Glasgow Women's Library marks 25th anniversary
- Published
A quick glance through the visitors' book at the Glasgow Women's Library is testament to its global reach.
In the past few weeks alone it has welcomed people from Kuwait, mainland Europe, the United States and Canada, as well as Scotland and the rest of the UK. This week it celebrates its 25th anniversary.
Housed in the old Bridgeton library in Glasgow's east end, the warm wood and painted pillars speak to the golden age of libraries. And while in many ways it still looks like a regular library, there are clues that things are a bit different.
There is the healthy noise level for a start and then a beautiful old umbrella stand, said to have been painted by suffragettes being held in a nearby prison.
Adele Patrick was one of the founders of the library in 1991 and is now creative development manager.
"We're hugely ambitious that a resource like ours can change lives when people come into contact with wonderful art, wonderful literature, wonderful books - so we're advocates for culture, but to the widest range of people," she says.
The origins of the library came as Glasgow was nominated to be European city of culture in 1990.
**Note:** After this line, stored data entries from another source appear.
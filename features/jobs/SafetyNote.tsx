import { Notice } from '../ui/Notice';
import type { JobStatus } from './schema';

/** The usual cautions for the stage the job is in; the shop's own practice and local codes come first. */
const cautions: Partial<Record<JobStatus, { title: string; text: string }>> = {
  cutting: {
    title: 'Blades',
    text: 'Cut away from your body, retract the blade when you stop, replace dull blades instead of pressing harder, and put used blades in a sharps container, following your shop’s safety practice and local rules.',
  },
  assembling: {
    title: 'Glazing',
    text: 'Handle glass with gloves and eye protection, carry sheets on edge, and never gather broken glass by hand: sweep it up, wrap it in thick card, mark the bundle as broken glass and dispose of it as local rules require. Prefer acrylic for a frame that will be shipped.',
  },
  ready: {
    title: 'Hanging',
    text: 'Tell the customer to hang a heavy shadowbox from two hangers into studs or anchors rated for at least twice its weight, following local building practice.',
  },
  shipped: {
    title: 'Shipping',
    text: 'Ship with acrylic rather than glass where you can; if glass must travel, tape it and pack it so it cannot flex. Follow the carrier’s rules for fragile goods.',
  },
};

export function SafetyNote({ status }: { status: JobStatus }) {
  const caution = cautions[status];
  if (!caution) return null;
  return (
    <Notice tone="info" title={`Safety: ${caution.title.toLowerCase()}`}>
      {caution.text}
    </Notice>
  );
}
There was a feeling from some women, Ms Patrick included, that it would be great if "women's culture and creativity was actually part of the mix, was part of what people would be seeing when they're looking at Glasgow in this new light".
After the year was over, they felt there was still a need for a resource where women could come together, support each other and develop projects. It began with a lot of ambition, but very little money and over the past 25 years it has had a number of different homes across the city.
Now though, it is the UK's only accredited museum dedicated to women's history. Last year it was awarded Recognised Collections of National Significance status by Museum Galleries Scotland.
In the library's first floor museum and archive store, rows of shelving can be opened up to reveal more rows of green boxes. These protect the library's thousands of documents and objects, covering the gamut of female experience.
They include suffragette jewellery and postcards, knitting patterns, girls' annuals, as well as material about Greenham Common and the Commonwealth Games.
All of the material is donated and for Wendy Turner, the library's first professional museum curator, part of the excitement is that she just does not know what the next phone call offering a donation may bring.
"The challenge really is what story to tell," she says, "because every object will tell a different story for different people."
The library is in the early stages of trying to arrange community curators to talk to people in the local area "to look and engage with the collections and see the stories that the objects tell for them, so not just the story that came with the object".
In the main space on the day I visit, a regular lunchtime reading group is taking place. Women of all ages are sitting round a table, bringing their unique experiences to discussing a book over a cup of tea and food.
"I read all the time and I've got opinions about everything," says book group regular, Annette Gray. She has followed the library since the beginning.
"It was the fact that your input was as valuable as anyone else's," she says. "Then there're all these books around that you could be encouraged to borrow."
Mary Kenealy has also been coming to the book group as often as she can. As someone who is profoundly deaf, she has found it an inclusive place where she can nurture her love of reading.
"I think it's a treasure we have in Glasgow," she says.
As she contemplates the library's anniversary, Ms Patrick thinks about some of the other changes she has noticed over the past 25 years, like a blossoming of women in art and literature.
She says: "There's this sort of strange paradox that I'm seeing this massive wealth of fantastic women succeeding across a range of fields but that's still not being felt in the DNA of young women coming forward."
For that reason, she concludes, "there's still a job to be done there".